Dorset hospital defends £2,557 a day for interim boss
A hospital trust has defended paying its interim chief executive £2,557 a day while trying to save £20m.
Dorset County Hospital Trust's annual report showed Derek Smith was paid £248,041 for 97 days work plus £19,539 in travel and food expenses.
Public sector union Unison said staff at the hospital would "be shocked".
Trust chairman Dr Jeffrey Ellwood said a predicted budget deficit of £17m for 2011/12 had been reduced to "break even" since Mr Smith's appointment.
Dr Ellwood said this put the spending "into context".
The trust also spent £1,230 a day on interim "turnaround director" James Shillito for 90 days work, with £8,802 in expenses on top.
Interim director of finance Terry Tonks cost £1,194 a day for 158 days work, with an extra £16,755 in expenses.
Meanwhile interim director of human resources Tracey Peters was paid £663 a day for 174 days work, with an extra £4,040 expenses.
Tanya Palmer, regional head of health at Unison, said: "The idea that you pay a manager £2,557 a day when the hospital is desperate to save money is ludicrous.
"And claiming on an extra £20,000 in expenses is adding insult to injury.
"Most nurses earn around £1,800 a month after tax and to see someone earning hundreds of pounds more than that for just one day will be galling."

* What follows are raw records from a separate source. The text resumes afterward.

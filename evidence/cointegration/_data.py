"""Input checks and batched array helpers shared by the cointegration tests and estimators.

A panel relationship arrives as a :class:`~evidence.panel.Panel`, a dependent column and one or more
regressor columns. It becomes a balanced block: ``y`` of shape ``(N, T)`` and ``x`` of shape
``(N, T, k)`` over the years every unit covers. Missing values at the start or end of a unit's data
are trimmed and listed in ``excluded``; a missing value inside a unit's series, a constant series or
a block too short for the regression raises :class:`~evidence.errors.DataError` naming the unit,
column and year. The helpers below do least squares and long-run covariances for all units at once.
"""

from __future__ import annotations

import math
from collections.abc import Sequence
from dataclasses import dataclass
from typing import Any

import numpy as np
import pandas as pd

from evidence._validation import check_choice, format_years
from evidence.errors import DataError, SpecError
from evidence.panel import Panel
from evidence.indicators import newey_west_lags

__all__ = [
    "TRENDS",
    "Block",
    "as_columns",
    "bartlett_bandwidth",
    "batch_ols",
    "check_lags",
    "check_trend",
    "default_max_lags",
    "deterministics",
    "lag_matrix",
    "long_run_cov",
    "panel_block",
]

TRENDS = ("n", "c", "ct")


@dataclass(frozen=True, eq=False)
class Block:
    """A balanced panel block: ``y`` (N, T), ``x`` (N, T, k), the units, years and names."""

    y: np.ndarray
    x: np.ndarray
    units: tuple[str, ...]
    years: np.ndarray
    dependent: str
    regressors: tuple[str, ...]
    excluded: tuple[dict[str, Any], ...]

    @property
    def n_units(self) -> int:
        return self.y.shape[0]

    @property
    def n_years(self) -> int:
        return self.y.shape[1]

    def excluded_frame(self) -> pd.DataFrame:
        """What was left out: unit, years, reason."""
        return pd.DataFrame(list(self.excluded), columns=["unit", "years", "reason"])


def check_trend(trend: Any) -> str:
    """``trend`` in {"n", "c", "ct"}, matched without regard to case."""
    return check_choice("trend", trend, TRENDS)


def check_lags(lags: Any, *, name: str = "lags", methods: Sequence[str] = ("aic", "bic")) -> int | str:
    """An integer of at least 0, or a selection method name."""
    if isinstance(lags, str):
        return check_choice(name, lags, tuple(methods))
    if isinstance(lags, bool) or not isinstance(lags, (int, np.integer)) or lags < 0:
        allowed = " or ".join(repr(m) for m in methods)
        raise SpecError(f"{name}={lags!r} must be an integer of at least 0{' or ' + allowed if methods else ''}.")
    return int(lags)


def as_columns(x: str | Sequence[str]) -> tuple[str, ...]:
    """A regressor name or list of names as a tuple."""
    cols = (x,) if isinstance(x, str) else tuple(x)
    if not cols:
        raise SpecError("x is empty; give at least one regressor column.")
    return cols


def panel_block(panel: Panel, y: str, x: str | Sequence[str], *, min_years: int,
                purpose: str) -> Block:
    """The balanced block of ``y`` and ``x`` over the years all units cover (see module docstring)."""
    if not isinstance(panel, Panel):
        raise DataError(f"{purpose} needs a Panel (see evidence.load_panel); got {type(panel).__name__}.")
    regressors = as_columns(x)
    if y in regressors or len(set(regressors)) != len(regressors):
        raise SpecError(f"y='{y}' and x={list(regressors)} must be different columns.")
    panel.require(y, *regressors)
    frame = panel.frame[[y, *regressors]]
    excluded: list[dict[str, Any]] = []
    spans: dict[str, tuple[int, int]] = {}
    for unit, rows in frame.groupby(level=0, sort=True):
        years = rows.index.get_level_values(1).astype(int).to_numpy()
        ok = rows.notna().all(axis=1).to_numpy()
        if not ok.any():
            excluded.append({"unit": unit, "years": format_years(years), "reason": "no complete rows"})
            continue
        first, last = int(np.argmax(ok)), len(ok) - 1 - int(np.argmax(ok[::-1]))
        inside = rows.iloc[first:last + 1]
        gap = np.flatnonzero(np.diff(years[first:last + 1]) != 1)
        if gap.size:
            raise DataError(f"unit '{unit}' has no row for the years after {years[first + gap[0]]}; "
                            f"{purpose} needs consecutive years. Fill the gap or select a window.")
        if inside.isna().any().any():
            col = inside.columns[inside.isna().any().to_numpy()][0]
            year = int(inside.index.get_level_values(1)[inside[col].isna().to_numpy()][0])
            raise DataError(f"column '{col}' is missing for unit '{unit}' in {year}, inside its series; "
                            f"{purpose} needs complete series. Fill the value or select a window "
                            f"that avoids it.")
        dropped = np.r_[years[:first], years[last + 1:]]
        if dropped.size:
            excluded.append({"unit": unit, "years": format_years(dropped),
                             "reason": "missing values at the start or end of the series"})
        spans[unit] = (int(years[first]), int(years[last]))
    if not spans:
        raise DataError(f"no unit has complete data for {y} and {', '.join(regressors)}.")
    start = max(s for s, _ in spans.values())
    end = min(e for _, e in spans.values())
    units = tuple(spans)
    for unit, (s, e) in spans.items():
        cut = [yr for yr in range(s, e + 1) if yr < start or yr > end]
        if cut:
            excluded.append({"unit": unit, "years": format_years(cut),
                             "reason": "outside the years every unit covers"})
    n_years = end - start + 1
    if n_years < min_years:
        raise DataError(f"the years every unit covers, {start}:{end}, are {max(n_years, 0)}; {purpose} "
                        f"needs at least {min_years} with these options. Use fewer lags or leads, "
                        f"or select units with longer common data.")
    years = np.arange(start, end + 1)
    times = frame.index.get_level_values(1).astype(int)
    sub = frame.loc[(times >= start) & (times <= end)]
    sub = sub.loc[sub.index.get_level_values(0).isin(units)]
    arr = sub.to_numpy(dtype=float).reshape(len(units), n_years, 1 + len(regressors))
    for j, col in enumerate((y, *regressors)):
        spread = arr[:, :, j].max(axis=1) - arr[:, :, j].min(axis=1)
        flat = np.flatnonzero(spread <= 1e-12 * np.maximum(1.0, np.abs(arr[:, :, j]).max(axis=1)))
        if flat.size:
            raise DataError(f"column '{col}' is constant for unit '{units[flat[0]]}' in {start}:{end}; "
                            f"{purpose} needs variation in every unit. Drop the unit with "
                            f"panel.select(...) or choose another column.")
    return Block(y=arr[:, :, 0].copy(), x=arr[:, :, 1:].copy(), units=units, years=years,
                 dependent=y, regressors=regressors, excluded=tuple(excluded))


def deterministics(trend: str, n: int) -> np.ndarray:
    """Deterministic columns for ``n`` periods: none, a constant, or a constant and a linear trend."""
    if trend == "n":
        return np.empty((n, 0))
    const = np.ones((n, 1))
    if trend == "c":
        return const
    return np.hstack([const, np.arange(1, n + 1, dtype=float)[:, None]])


def lag_matrix(v: np.ndarray, lags: Sequence[int]) -> np.ndarray:
    """Columns ``v[t - j]`` for each ``j`` in ``lags`` (negative ``j`` are leads); NaN where absent.

    ``v`` is (..., T); the result is (..., T, len(lags)).
    """
    out = np.full(v.shape + (len(lags),), np.nan)
    n = v.shape[-1]
    for c, j in enumerate(lags):
        if j >= 0:
            out[..., j:, c] = v[..., :n - j] if j else v
        else:
            out[..., :n + j, c] = v[..., -j:]
    return out


def batch_ols(y: np.ndarray, z: np.ndarray) -> tuple[np.ndarray, np.ndarray, np.ndarray]:
    """OLS of each ``y[i]`` (T,) on ``z[i]`` (T, k) for all i at once, through QR.

    Returns ``(coef (N, k), resid (N, T), inv(Z'Z) (N, k, k))``. A rank-deficient design raises
    :class:`numpy.linalg.LinAlgError`.
    """
    q, r = np.linalg.qr(z)
    diag = np.abs(np.diagonal(r, axis1=-2, axis2=-1))
    scale = np.maximum(np.abs(z).max(axis=-2), 1.0)
    if np.any(diag < 1e-10 * scale):
        raise np.linalg.LinAlgError("singular design")
    qty = np.einsum("ntk,nt->nk", q, y)
    coef = np.linalg.solve(r, qty[..., None])[..., 0]
    resid = y - np.einsum("ntk,nk->nt", z, coef)
    rinv = np.linalg.inv(r)
    return coef, resid, rinv @ np.swapaxes(rinv, -1, -2)


def bartlett_bandwidth(nobs: int) -> int:
    """Newey–West (1994) rule ``floor(4 (T/100)^(2/9))``."""
    return newey_west_lags(nobs)


def default_max_lags(nobs: int) -> int:
    """Default largest lag for lag selection: ``floor(4 (T/100)^(1/4))`` (Schwert 1989, common practice)."""
    return math.floor(4.0 * (nobs / 100.0) ** 0.25)


def long_run_cov(u: np.ndarray, bandwidth: int) -> tuple[np.ndarray, np.ndarray, np.ndarray]:
    """Bartlett-kernel long-run covariances of ``u`` (N, T, m), for all units at once.

    Returns ``(sigma, omega, delta)``, each (N, m, m): ``sigma = (1/T) sum_t u_t u_t'``,
    ``omega = sigma + sum_{l=1}^{L} w_l (G_l + G_l')`` and the one-sided
    ``delta = sigma + sum_{l=1}^{L} w_l G_l`` with ``G_l = (1/T) sum_t u_t u_{t-l}'`` and
    ``w_l = 1 - l/(L+1)``. The series are used as given (not demeaned).
    """
    n = u.shape[1]
    sigma = np.einsum("nti,ntj->nij", u, u) / n
    one_sided = np.zeros_like(sigma)
    for lag in range(1, bandwidth + 1):
        w = 1.0 - lag / (bandwidth + 1.0)
        gamma = np.einsum("nti,ntj->nij", u[:, lag:], u[:, :-lag]) / n  # E u_t u_{t-l}'
        one_sided += w * np.swapaxes(gamma, -1, -2)
    omega = sigma + one_sided + np.swapaxes(one_sided, -1, -2)
    return sigma, omega, sigma + one_sided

Mr Smith received his money for three or four days work a week from 1 September 2009 to 31 March 2010, the end of the financial year.

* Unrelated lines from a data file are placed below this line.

def westerlund_test(panel: Panel, dependent: str, regressors: str | Sequence[str], *,
                    trend: str = "constant", lags: int | str = 1, leads: int | str = 0,
                    max_lags: int | None = None, max_leads: int | None = None,
                    inference: str | None = None, reps: int = 499,
                    block_length: int | None = None, seed: Seed = DEFAULT_SEED,
                    executor: ExecutorLike = "serial") -> WesterlundResult:
    """Westerlund's error-correction panel cointegration tests Gt, Ga, Pt and Pa.

    H0: no unit error-corrects (``alpha_i = 0`` for all i). H1 of Gt, Ga: some units error-correct;
    of Pt, Pa: the panel as a whole error-corrects (``alpha_i = alpha < 0``).

    Parameters
    ----------
    panel, dependent, regressors
        The panel, the dependent column and the regressor column(s) (1 to 6), used as given.
    trend : {"none", "constant", "trend"}
        Deterministic terms of each unit's error-correction regression.
    lags, leads : int or "aic"
        Orders of the lagged ``Δy``, ``Δx`` and of the leads of ``Δx``; "aic" chooses each unit's
        order up to ``max_lags`` / ``max_leads`` (defaults ``floor(4 (T/100)^(1/4))`` and 1).
    inference : {"asymptotic", "bootstrap"}, optional
        p-values from the published asymptotic moments (the default), or from a bootstrap under
        H0 (``reps`` replications); the asymptotic p-value always stays in ``details``.
    reps : int
        Bootstrap replications.
    block_length : int, optional
        Length of the (circular) blocks of periods resampled; default 1 (the fitted short-run
        dynamics carry the serial correlation).
    seed, executor
        Seed of the bootstrap and the executor that runs it (:mod:`evidence.parallel`).

    Notes
    -----
    For each unit, OLS of ``Δy_t = d_t'δ + α y_t-1 + λ'x_t-1 + Σ_{j=1..p} α_j Δy_t-j +
    Σ_{j=-q..p} γ_j'Δx_t-j + e_t``. ``α(1)`` is estimated by ``ω_u / ω_y``, the Bartlett long-run
    standard deviations of ``u_t = e_t + Σ γ_j'Δx_t-j`` and of ``Δy_t``.
    ``Gt = N^-1 Σ α_i / se(α_i)``; ``Ga = N^-1 Σ T_i α_i / α_i(1)``;
    ``α = (ΣΣ ỹ_it-1^2)^-1 ΣΣ ỹ_it-1 Δỹ_it / α_i(1)`` with ``ỹ``, ``Δỹ`` net of the other
    regressors; ``se(α) = S_N (ΣΣ ỹ_it-1^2)^-1/2`` with ``S_N = N^-1 Σ σ_i / α_i(1)``;
    ``Pt = α / se(α)``; ``Pa = T α``. Standardised with the simulated moments
    (``_westerlund_tables``): ``sqrt(N)(G - E)/sqrt(Var)``, ``(Pt - sqrt(N) E)/sqrt(Var)``;
    left-tailed. The bootstrap fits the model without ``y_t-1, x_t-1`` (H0) to each unit,
    draws whole periods of the residual vector ``e_t`` for all units together (keeping the
    cross-sectional dependence), rebuilds ``Δy`` from the fitted short-run dynamics with ``x`` held
    as observed, and recomputes the raw statistics; the p-value is ``(1 + #{G* <= G}) / (B + 1)``.

    References
    ----------
    westerlund2007 (see the module docstring).
    """
    trend = check_trend(trend)
    lags = check_lags(lags, rules=("aic",))
    leads = check_lags(leads, parameter="leads", rules=("aic",))
    inference = check_choice("inference", inference or "asymptotic", INFERENCES)
    reps = option_int("reps", reps, 1)
    length = option_int("block_length", block_length, 1, default=1)
    seed = check_seed(seed)
    cols = as_columns(regressors)
    if not 1 <= len(cols) <= 6:
        raise SpecError(f"westerlund_test has moments for 1 to 6 regressors; got {len(cols)}.")
    probe = _probe_years(panel)
    max_p = _max_lags(max_lags, probe) if lags == "aic" else int(lags)
    max_q = ((1 if max_leads is None else _max_lags(max_leads, probe, "max_leads"))
             if leads == "aic" else int(leads))
    n_par = 2 + 2 * len(cols) + max_p + len(cols) * (max_p + max_q + 1)
    block = relation_block(panel, dependent, cols, min_years=n_par + max_p + max_q + 6,
                           purpose=f"westerlund_test with {max_p} lags and {max_q} leads")
    n_units = block.n_units
    p_i, q_i = _w.select_orders(block.y, block.x, lags, leads, max_lags=max_p, max_leads=max_q,
                                trend=trend)
    raw = _w.westerlund_raw(block.y, block.x, p_i, q_i, trend)
    k = len(cols)
    z_stats = {}
    for name in ("Gt", "Ga", "Pt", "Pa"):
        mean, var = (v[k - 1] for v in WESTERLUND_MOMENTS[name][trend])
        if name == "Pt":
            z_stats[name] = (raw[name] - math.sqrt(n_units) * mean) / math.sqrt(var)
        else:
            z_stats[name] = math.sqrt(n_units) * (raw[name] - mean) / math.sqrt(var)
    boot_p: dict[str, float] = {}
    details_boot: dict[str, object] = {}
    if inference == "bootstrap":
        null = _w.null_model(block.y, block.x, p_i, q_i, trend)
        tasks = [{"seed": s, "y": block.y, "x": block.x, "p": p_i, "q": q_i, "trend": trend,
                  "null": null, "block": length} for s in task_seeds(seed, reps)]
        with using_executor(executor) as runner:
            draws = np.asarray(runner.map(_w.bootstrap_task, tasks))
        for j, name in enumerate(("Gt", "Ga", "Pt", "Pa")):
            boot_p[name] = float((1 + np.sum(draws[:, j] <= raw[name])) / (reps + 1))
        details_boot = {"reps": reps, "block_length": length,
                        "seed": seed if isinstance(seed, int) else "generator"}
    alternatives = {"Gt": "some units error-correct", "Ga": "some units error-correct",
                    "Pt": "the panel error-corrects", "Pa": "the panel error-corrects"}
    results = []
    for name, z in z_stats.items():
        asym, cv = _left(z)
        details = {"statistic": name, "unstandardised": raw[name], "asymptotic_pvalue": asym,
                   "inference": inference, "trend": trend, "mean_lags": float(np.mean(p_i)),
                   "mean_leads": float(np.mean(q_i)), "units": n_units, "years": block.span,
                   **details_boot}
        if inference == "bootstrap":
            details["bootstrap_pvalue"] = boot_p[name]
        results.append(TestResult(
            test=f"Westerlund {name}", statistic=z, pvalue=boot_p.get(name, asym),
            critical_values=cv, null="no error correction (no cointegration)",
            alternative=alternatives[name], nobs=int(np.sum(raw["nobs"])), details=details,
            reference="westerlund2007"))
    return WesterlundResult(
        test="Westerlund", results=tuple(results),
        details={"trend": trend, "lags": dict(zip(block.units, p_i.tolist())),
                 "leads": dict(zip(block.units, q_i.tolist())),
                 "alpha": dict(zip(block.units, raw["alpha"].tolist())), **details_boot,
                 "inference": inference},
        excluded=block.excluded, reference="westerlund2007")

The report was presented to the NHS trust's board, which was told £20m of savings needed to be made over three years to bring the hospital's finances back into surplus.
Dr Ellwood said: "We needed to recruit a strong team following the departure of key members of the board.
Job cuts shelved
"We were facing a £7.4m deficit [for 2009/10] and had no credible recovery plan in place.
"In that position it would have been extremely difficult to recruit a permanent chief executive or finance director, so we took the decision to appoint a team of experienced interims with proven track records in turning around organisations in financial difficulties.
"Together these appointments cost the trust £647,000."
He said the trust spent £315,000 more than if permanent executives had been in place during the same period.
Plans to axe up to 200 staff at the hospital were shelved in February.
Mr Smith said at the time that the hospital's efficiency savings "no longer depend on making any major staff reductions through redundancies".